WORK ITEM:
Your task is to copy each line of the material that holds the word "scope".

DATA EXTRACTS: Begin

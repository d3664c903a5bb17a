// One broker subscription per web process, shared by every live stream: a lazily connected
// MQTT client that fans calibrated readings and organisation events out to in-process listeners
// (one per group of streams of the same scope, server/stream/fan-out.ts, not one per stream).
import { connect, type MqttClient } from "mqtt";
import { orgEvent, readingBatch, type CalibratedReading, type OrgEvent } from "@/ingest/payloads";
import { SERVICE_ACCOUNTS, mqttUrl, topics } from "@/ingest/topics";

export type LiveMessage =
  | { kind: "readings"; orgId: number; tankId: number; readings: CalibratedReading[] }
  | { kind: "event"; event: OrgEvent }
  // The broker connection came back after a drop: listeners fill the gap from the database.
  | { kind: "resync" };

export type LiveListener = (message: LiveMessage) => void;

const READING_TOPIC = /^tw\/v1\/org\/(\d+)\/tank\/(\d+)\/reading$/;
const EVENT_TOPIC = /^tw\/v1\/org\/(\d+)\/event$/;

class LiveHub {
  private client: MqttClient | null = null;
  private listeners = new Set<LiveListener>();
  private wasConnected = false;
  private dropped = false;

  /** Adds a listener (connecting to the broker on first use); returns its removal. */
  listen(listener: LiveListener): () => void {
    this.ensureClient();
    this.listeners.add(listener);
    return () => {
      this.listeners.delete(listener);
    };
  }

  get listenerCount() {
    return this.listeners.size;
  }

  get connected() {
    return this.client?.connected ?? false;
  }

  private ensureClient() {
    if (this.client) return;
    const client = connect(mqttUrl(), {
      username: SERVICE_ACCOUNTS.web.username,
      password: SERVICE_ACCOUNTS.web.password(),
      clientId: `tidewell-web-${process.pid}-${Math.random().toString(36).slice(2, 8)}`,
      reconnectPeriod: 1000,
      connectTimeout: 5000,
      clean: true,
    });
    client.on("connect", () => {
      client.subscribe([topics.readingWildcard, topics.eventWildcard], { qos: 0 }, (err) => {
        if (err) console.error("[live-hub] subscribe failed", err.message);
      });
      if (this.wasConnected && this.dropped) this.emit({ kind: "resync" });
      this.wasConnected = true;
      this.dropped = false;
    });
    client.on("close", () => {
      if (this.wasConnected) this.dropped = true;
    });
    client.on("error", (err) => console.error("[live-hub] broker error", err.message));
    client.on("message", (topic, payload) => this.onMessage(topic, payload));
    this.client = client;
  }

  private onMessage(topic: string, payload: Buffer) {
    const reading = READING_TOPIC.exec(topic);
    if (reading) {
      const parsed = readingBatch.safeParse(safeJson(payload));
      if (!parsed.success) return;
      const orgId = Number(reading[1]);
      const tankId = Number(reading[2]);
      // The topic names the scope; readings that claim another organisation or tank are dropped.
      const readings = parsed.data.readings.filter((r) => r.orgId === orgId && r.tankId === tankId);
      if (readings.length) this.emit({ kind: "readings", orgId, tankId, readings });
      return;
    }
    const event = EVENT_TOPIC.exec(topic);
    if (event) {
      const parsed = orgEvent.safeParse(safeJson(payload));
      if (parsed.success && parsed.data.orgId === Number(event[1])) this.emit({ kind: "event", event: parsed.data });
    }
  }

  private emit(message: LiveMessage) {
    for (const listener of this.listeners) {
      try {
        listener(message);
      } catch (err) {
        console.error("[live-hub] listener failed", err);
      }
    }
  }
}

function safeJson(payload: Buffer): unknown {
  try {
    return JSON.parse(payload.toString("utf8"));
  } catch {
    return null;
  }
}

// Kept on globalThis: the custom server's modules and Next's bundle are separate module graphs in
// one process (and development reloads modules), yet there must be one broker subscription.
const HUB_KEY = Symbol.for("tidewell.liveHub");
const globalForHub = globalThis as unknown as { [HUB_KEY]?: LiveHub };

/** The process-wide hub. */
export function liveHub(): LiveHub {
  globalForHub[HUB_KEY] ??= new LiveHub();
  return globalForHub[HUB_KEY];
}
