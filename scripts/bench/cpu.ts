// CPU time a process has used (user + system), from /proc on Linux; null elsewhere. The bench
// reports CPU per reading per process, which says where the time goes even on a busy machine.
import fs from "node:fs";

const TICKS_PER_S = 100; // USER_HZ on Linux

export function cpuSeconds(pid: number): number | null {
  try {
    const stat = fs.readFileSync(`/proc/${pid}/stat`, "utf8");
    const fields = stat.slice(stat.lastIndexOf(")") + 2).split(" ");
    return (Number(fields[11]) + Number(fields[12])) / TICKS_PER_S; // utime, stime
  } catch {
    return null;
  }
}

DATA EXTRACTS: End

ANSWER TO THIS EXERCISE:
// (one per group of streams of the same scope, server/stream/fan-out.ts, not one per stream).
      // The topic names the scope; readings that claim another organisation or tank are dropped.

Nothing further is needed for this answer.